- Conference: Pacific Coast Conference
- Record: 2–7–1 (2–5–1 PCC)
- Head coach: Howie Odell (1st season);
- Captain: Alf Hemsted
- Home stadium: University of Washington Stadium

= 1948 Washington Huskies football team =

American college football season

The 1948 Washington Huskies football team was an American football team that represented the University of Washington during the 1948 college football season. In its first season under head coach Howie Odell, the team compiled a 2–7–1 record, finished in seventh place in the Pacific Coast Conference, and was outscored 189 to 89. Alf Hemsted was the team captain.

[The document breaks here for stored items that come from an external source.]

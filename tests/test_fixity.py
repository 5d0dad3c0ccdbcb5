"""Facts changed behind the triggers, and a trail cut at its end, are found though every trigger is back in place."""

import pytest
from django.db import connection, transaction

from labdata import audit, fixity, triggers
from labdata.errors import AuditBroken
from labdata.models import AuditEntry
from tests.release.scene import release_of, signed_scene

pytestmark = [pytest.mark.both, pytest.mark.django_db]


@pytest.fixture
def released():
    scene = signed_scene()
    with transaction.atomic():
        for report in scene.project.reports.all():
            kept = {"facts": fixity.facts("results of report", report.pk)}
            audit.record("report.imported", report, actor=None, project=scene.project, after=kept)
    release_of(scene)
    return scene


def behind_the_triggers(*statements: str) -> None:
    triggers.remove(connection)
    with connection.cursor() as cursor:
        for statement in statements:
            cursor.execute(statement)
    triggers.install(connection)
    assert triggers.missing(connection) == []


def test_what_was_recorded_holds(released):
    counts = fixity.verify()
    assert counts["release"] == 1
    assert counts["signature"] >= 1
    assert counts["decisions"] >= 1


@pytest.mark.parametrize(("statement", "named"), [
    ("UPDATE labdata_release SET title = 'another'", r"«release \d+» was altered"),
    ("UPDATE qc_decision SET verdict = 'rejected', reason = 'depth'", r"«decisions .*» was altered"),
    ("UPDATE labdata_result SET value = value + 1", r"«results of report \d+» was altered"),
    ("UPDATE qc_signoff SET signer_name = 'Somebody Else'", r"«signature \d+» was altered"),
])  # fmt: skip
def test_an_altered_fact_is_named(released, statement, named):
    behind_the_triggers(statement)
    with pytest.raises(AuditBroken, match=named):
        fixity.verify()


def test_a_trail_cut_at_its_end_is_found(released):
    last = AuditEntry.objects.filter(action="release.made").get().seq
    behind_the_triggers(f"DELETE FROM labdata_auditentry WHERE seq >= {last}")
    audit.verify()
    with pytest.raises(AuditBroken, match=r"«release \d+» is in the database, and no audit entry speaks of it"):
        fixity.verify()


def test_a_fact_removed_is_named(released):
    behind_the_triggers("DELETE FROM labdata_release_sign_offs", "DELETE FROM labdata_release")
    with pytest.raises(AuditBroken, match=r"«release \d+» is in the audit trail and no longer in the database"):
        fixity.verify()
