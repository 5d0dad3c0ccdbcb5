"""What the views of the API share."""

from collections.abc import Iterable
from typing import Any

from django.db.models import Model, QuerySet
from django_filters.rest_framework import DjangoFilterBackend
from rest_framework import mixins, serializers
from rest_framework.exceptions import ValidationError
from rest_framework.negotiation import BaseContentNegotiation
from rest_framework.parsers import BaseParser, JSONParser
from rest_framework.renderers import BaseRenderer
from rest_framework.request import Request
from rest_framework.response import Response
from rest_framework.views import APIView
from rest_framework.viewsets import GenericViewSet

from labdata.api.callers import Caller, caller_of
from labdata.models import Job


class AlwaysJson(BaseContentNegotiation):
    """JSON whatever Accept says; ``format`` is a parameter of the data route and nothing else."""

    def select_parser(self, request: Request, parsers: Iterable[BaseParser]) -> BaseParser | None:
        kind = (request.content_type or "").split(";")[0].strip().lower()
        return next((parser for parser in parsers if parser.media_type == kind), None)

    def select_renderer(
        self, request: Request, renderers: Iterable[BaseRenderer], format_suffix: str | None = None
    ) -> tuple[BaseRenderer, str]:
        first = next(iter(renderers))
        return first, first.media_type or ""


def refuse_unknown(request: Request, known: Iterable[str]) -> None:
    """Raises ValidationError naming query parameters that mean nothing here: a slip would widen the answer."""
    names = set(known)
    strange = [name for name in request.query_params if name not in names]
    if strange:
        message = f"This parameter is not known here; known: {', '.join(sorted(names)) or 'none'}."
        raise ValidationError({name: [message] for name in strange})


class StrictFilters(DjangoFilterBackend):
    """Filters of the view's filter set; unknown parameters are refused."""

    def filter_queryset(self, request: Request, queryset: QuerySet[Model], view: Any) -> QuerySet[Model]:
        filters = getattr(view, "filterset_class", None)
        named = filters.base_filters if filters and view.detail is False else ()
        paging = ("cursor", "page_size") if view.detail is False else ()
        refuse_unknown(request, [*named, *paging])
        return queryset if view.detail else super().filter_queryset(request, queryset, view)


class ApiView(APIView):
    """A view that knows its caller and speaks JSON."""

    content_negotiation_class = AlwaysJson
    parser_classes = [JSONParser]
    query_parameters: tuple[str, ...] = ()

    @property
    def caller(self) -> Caller:
        return caller_of(self.request)


class ReadView(ApiView, GenericViewSet[Any]):
    """A list. ``rows`` is the queryset before it is cut to the caller's projects; ``project_path`` leads there."""

    filter_backends = [StrictFilters]
    lookup_value_regex = "[0-9]{1,18}"
    rows: QuerySet[Any]
    project_path = "project"

    def get_queryset(self) -> QuerySet[Any]:
        if getattr(self, "swagger_fake_view", False):  # the schema only needs the model
            return self.rows.none()
        return self.caller.visible(self.rows.all(), self.project_path)


class ListView(mixins.ListModelMixin, ReadView):
    pass


class ListAndDetailView(mixins.RetrieveModelMixin, ListView):
    pass


class Body(serializers.Serializer[Any]):
    """What a POST holds. A field that is not known is refused, not passed over."""

    def to_internal_value(self, data: Any) -> Any:
        if isinstance(data, dict):
            strange = [name for name in data if name not in self.fields]
            if strange:
                known = ", ".join(self.fields)
                raise ValidationError({name: [f"This field is not known here; known: {known}."] for name in strange})
        return super().to_internal_value(data)


def checked(body: type[Body], request: Request) -> dict[str, Any]:
    """The request's content, checked. Raises ValidationError naming each field at fault."""
    refuse_unknown(request, ())
    held = body(data=request.data)
    held.is_valid(raise_exception=True)
    data: dict[str, Any] = held.validated_data
    return data


def accepted(job: Job | None, data: dict[str, Any]) -> Response:
    """202: the work is queued; Location says where to look."""
    headers = {"Location": f"/api/v1/jobs/{job.pk}"} if job else {}
    return Response(data, status=202, headers=headers)
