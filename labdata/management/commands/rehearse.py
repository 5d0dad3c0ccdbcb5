"""Put known faults into a copy of the project's results and print which the rules catch."""

from typing import Any

from django.core.management.base import CommandError, CommandParser

from labdata.access import find_project
from labdata.errors import KerogateError
from labdata.jobs import run_here
from labdata.management.commands._base import ServiceCommand
from labdata.models import JobState
from qc.rehearsal.run import REPEATS
from qc.rehearsal.services import SEED, start_rehearsal


class Command(ServiceCommand):
    help = "Inject known faults into a copy of the project's results, run the rules, print what they catch. Changes no result."

    def arguments(self, parser: CommandParser) -> None:
        parser.add_argument("--project", required=True, metavar="SLUG")
        parser.add_argument(
            "--seed", type=int, default=SEED, metavar="N", help="the same seed gives the same faults (default: 1)"
        )
        parser.add_argument(
            "--repeats", type=int, default=REPEATS, metavar="N", help="copies a kind and strength (default: 1)"
        )

    def answer(self, **options: Any) -> dict[str, Any]:
        if options["repeats"] < 1 or options["seed"] < 0:
            raise CommandError("--repeats must be at least 1 and --seed not negative.", returncode=2)
        project = find_project(options["project"])
        self.progress(f"Rehearsing on a copy of the results of {project.name}; this takes a minute or two.")
        job = run_here(start_rehearsal(project, None, seed=options["seed"], repeats=options["repeats"]))
        if job.state != JobState.SUCCEEDED:
            raise KerogateError(
                f"The rehearsal {job.state}: {job.error_message}", remedy="Run it again.", job=str(job.pk)
            )
        return dict(job.result)

    def show(self, answer: dict[str, Any]) -> None:
        for one in answer["kinds"]:
            if not one["applicable"]:
                self.stdout.write(f"{one['kind']:24} {one['strength']:9} not applicable: {one['reason']}")
                continue
            rules = ", ".join(f"{rule} {number}" for rule, number in one["rules"].items()) or "no rule"
            share = f"{one['caught']}/{one['injected']}"
            self.stdout.write(f"{one['kind']:24} {one['strength']:9} {share:>7} {one['rate']:7.1%}  {rules}")
        alarms = answer["false_alarms"]
        self.stdout.write(
            f"False alarms: {alarms['flagged']} of {alarms['analyses']} analyses without an accepted fault; "
            f"{alarms['after_injection']['flagged']} of {alarms['after_injection']['samples']} untouched samples after injection."
        )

Washington was ranked at No. 62 in the final Litkenhous Difference by Score System ratings for 1948.

==Schedule==

| Date | Opponent | Site | Result | Attendance | Source |
| September 25 | Minnesota* | University of Washington Stadium; Seattle, WA; | L 0–20 | 42,000 |  |
| October 2 | at Oregon State | Multnomah Stadium; Portland, OR; | T 14–14 | 25,000 |  |
| October 9 | UCLA | University of Washington Stadium; Seattle, WA; | W 27–6 | 28,500 |  |
| October 16 | at Washington State | Rogers Field; Pullman, WA (rivalry); | L 0–10 | 23,000 |  |
| October 23 | No. 4 California | University of Washington Stadium; Seattle, WA; | L 0–21 | 38,000 |  |
| October 30 | at Stanford | Stanford Stadium; Stanford, CA; | L 0–20 | 35,000 |  |
| November 6 | No. 16 Oregon | University of Washington Stadium; Seattle, WA (rivalry); | L 7–13 | 33,000 |  |
| November 13 | at USC | Los Angeles Memorial Coliseum; Los Angeles, CA; | L 7–32 | 44,345 |  |
| November 20 | Idaho | University of Washington Stadium; Seattle, WA; | W 34–7 | 20,000 |  |
| November 27 | at No. 2 Notre Dame* | Notre Dame Stadium; Notre Dame, IN; | L 0–46 | 50,609 |  |
*Non-conference game; Rankings from AP Poll released prior to the game; Source: ;

==Professional football draft selections==
One University of Washington Husky was selected in the 1949 AAFC Draft, which lasted 29 rounds with 136 selections.